Professor Akintayo said the use of plain language in legislation should also be encouraged. Research in Customary Law should be intensified.

States should begin the process of documenting Customary Law from ward to local government and produce a restatement at the state level, he added.

The inaugural Lecturer advised that constitutional document should be examined periodically by a body of technical experts in the broader context of social justice to ensure its continued relevance and to ensure that the solemn document stands to inspire confidence in the people it is to govern.

He submitted that once the people lose trust in the Constitution, it is almost impossible to regain it.

Professor Akintayo stated that the issue of justice permeates all types of adjudication but said he emphasised its significance in constitutional adjudication because of its propensity to have a multiplier effect.

Courts, he said, are obliged to dispense even-handed justice to all categories of litigants before them, be they private persons or government functionaries or institutions.

This, according to Professor Akintayo, makes it imperative that adequate machinery be put in place for the dispensation of even- handed justice in such proceedings.

Professor Akintayo stated that the Legislature must draw inspiration from the spirit of the Constitution to advance justice by enacting laws that would improve the welfare of the average citizens and others who are at the margin of society.

He submitted that indifference to existential problems may push citizens to the wall, adding that when this happens, violent changes may become inevitable.

He said judges and lawyers who are custodians and dispensers of justice must be conscious of their enormous responsibilities to preserve, defend, and protect the law and their sacred duty to dignify it by clothing it with justice at all times.

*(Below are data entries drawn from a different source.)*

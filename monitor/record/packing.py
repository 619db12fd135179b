"""Raw counts of one commit as one compact blob, exact to the bit. Layout: FORMAT.md, "raw"."""

from __future__ import annotations

import struct
import zlib

import numpy as np
from numpy.typing import NDArray

from monitor.core.errors import RecordError
from monitor.core.readings import Batch

VERSION = 2
_COLUMNS = {1: 2, 2: 3}
"""Columns before the counts, by version: the first had no temperature."""
_HEAD = struct.Struct("<IH")
_COLUMN = struct.Struct("<QQB")
_PLAIN = 128  # bit of the width byte: values, not steps
_LEVEL = 6  # a tenth smaller than level 1; 90 days of raw counts take 3 s longer

U64 = NDArray[np.uint64]


def pack(batch: Batch) -> bytes:
    """All of the batch but its now_ns, which is the row's end_ns."""
    columns = [_packed(x) for x in (batch.times_ns, batch.flags, batch.temperature_dc)]
    columns += [_packed(batch.counts[:, i]) for i in range(batch.counts.shape[1])]
    head = _HEAD.pack(batch.n, batch.counts.shape[1])
    return bytes([VERSION]) + zlib.compress(head + b"".join(columns), _LEVEL)


def unpack(body: bytes, end_ns: int) -> Batch:
    """The very batch that pack() was given. RecordError where the blob is damaged."""
    if not body or body[0] not in _COLUMNS:
        raise RecordError(
            f"raw counts up to boot time {end_ns} ns have packing version "
            f"{body[0] if body else 'none'}, this version reads 1 to {VERSION}; update fieldsill"
        )
    try:
        data = zlib.decompress(body[1:])
        n, channels = _HEAD.unpack_from(data)
        at, columns = _HEAD.size, []
        for _ in range(_COLUMNS[body[0]] + channels):
            column, at = _unpacked(data, at, n)
            columns.append(column)
        if at != len(data):
            raise ValueError(f"{len(data) - at} bytes too many")
    except (zlib.error, struct.error, ValueError) as error:
        raise RecordError(
            f"raw counts up to boot time {end_ns} ns are damaged ({error}); restore a copy"
        ) from error
    before = _COLUMNS[body[0]]
    counts = np.empty((n, channels), np.int32)
    for i, column in enumerate(columns[before:]):
        counts[:, i] = _int32(column)
    temperature_dc = _int32(columns[2]) if before > 2 else None
    times_ns = columns[0].view(np.int64)
    return Batch(times_ns, counts, _int32(columns[1]), end_ns, temperature_dc)


def _packed(values: NDArray[np.signedinteger]) -> bytes:
    """First value; then what follows, as steps or as values, each above the least of them.

    Steps are smaller where a column moves slowly, values where neighbours have nothing to do
    with each other. Arithmetic is modulo 2**64, so that nothing can overflow. Bytes are stored
    plane by plane: all lowest bytes first, because the higher ones hardly vary.
    """
    x = values.astype(np.int64).view(np.uint64)
    if x.size < 2:
        return _COLUMN.pack(int(x[0]) if x.size else 0, 0, 0)
    parts, plain = np.diff(x), 0
    if np.var(values) < np.var(parts.view(np.int64)):
        parts, plain = x[1:], _PLAIN
    least = parts[np.argmin(parts.view(np.int64))]
    above = parts - least
    width = (int(above.max()).bit_length() + 7) // 8
    planes = above.astype("<u8").view(np.uint8).reshape(-1, 8)[:, :width]
    body: bytes = planes.T.tobytes()
    return _COLUMN.pack(int(x[0]), int(least), width | plain) + body


def _int32(column: U64) -> NDArray[np.int32]:
    return column.view(np.int64).astype(np.int32)


def _unpacked(data: bytes, at: int, n: int) -> tuple[U64, int]:
    first, least, kind = _COLUMN.unpack_from(data, at)
    width, plain = kind & ~_PLAIN, kind & _PLAIN
    at += _COLUMN.size
    out = np.empty(n, np.uint64)
    if n:
        length = width * (n - 1)
        planes = np.zeros((n - 1, 8), np.uint8)
        stored = np.frombuffer(data, np.uint8, length, at).reshape(width, n - 1)
        planes[:, :width] = stored.T
        out[0] = first
        out[1:] = planes.view("<u8")[:, 0] + np.uint64(least)
        if not plain:
            np.cumsum(out, out=out)
        at += length
    return out, at
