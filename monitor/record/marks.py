"""Where raw counts lie: rows between two marks belong to one boot and are in the order of time.

A mark is set where an hour, a run or a boot begins. An index by time would dirty a page more
with every commit, for ever; a mark does so once an hour.
"""

from __future__ import annotations

import sqlite3
from collections.abc import Iterator

from monitor.core.readings import Batch
from monitor.record.packing import unpack

_SEGMENTS = (
    "SELECT seq, until, start_ns FROM ("
    "SELECT *, lead(seq, 1, 9223372036854775807) OVER (ORDER BY seq) AS until FROM raw_marks) "
    "WHERE boot = ? ORDER BY seq"
)
_ROWS = (
    "SELECT body, end_ns FROM raw WHERE seq >= ? AND seq < ? AND end_ns >= ? AND start_ns < ? "
    "ORDER BY seq"
)
_LAST = (
    "SELECT body, end_ns FROM raw WHERE seq >= ? AND seq < ? AND n >= ? ORDER BY seq DESC LIMIT 1"
)


def batches(db: sqlite3.Connection, boot: int, start_ns: int, end_ns: int) -> Iterator[Batch]:
    """Every batch of the boot that reaches into start_ns <= time < end_ns, uncut."""
    segments = db.execute(_SEGMENTS, (boot,)).fetchall()
    first = max((i for i, row in enumerate(segments) if row[2] <= start_ns), default=0)
    for seq, until, begins_ns in segments[first:]:
        if begins_ns >= end_ns:
            return
        for body, now_ns in db.execute(_ROWS, (seq, until, start_ns, end_ns)):
            yield unpack(body, now_ns)


def stored_until(db: sqlite3.Connection, boot: int) -> tuple[int, int]:
    """Boot times of the last reading and of the last raw row's end; -1 before the first."""
    reading, end = -1, -1
    for seq, until, _ in reversed(db.execute(_SEGMENTS, (boot,)).fetchall()):
        last = db.execute(_LAST, (seq, until, 0)).fetchone()
        end = max(end, last[1] if last else -1)
        if held := db.execute(_LAST, (seq, until, 1)).fetchone():
            reading = int(unpack(*held).times_ns[-1])
            break
    return reading, end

Professor Akintayo said citizens must keep watch over elected officials and public officers to ensure their fidelity to the law.


He said professionals of all disciplines, intellectuals of all learning, as well as credible politicians of all persuasions, in and out of government, must see their privileged position in terms of access to wealth and/or knowledge as imposing a bounden duty on them to use their best endeavours to make the law honourable and to seek its overhaul or modification where it has become a vehicle of injustice and has outlived its relevance.

Professor Akintayo’s lecture was entitled ” The Lawful Use of Law”.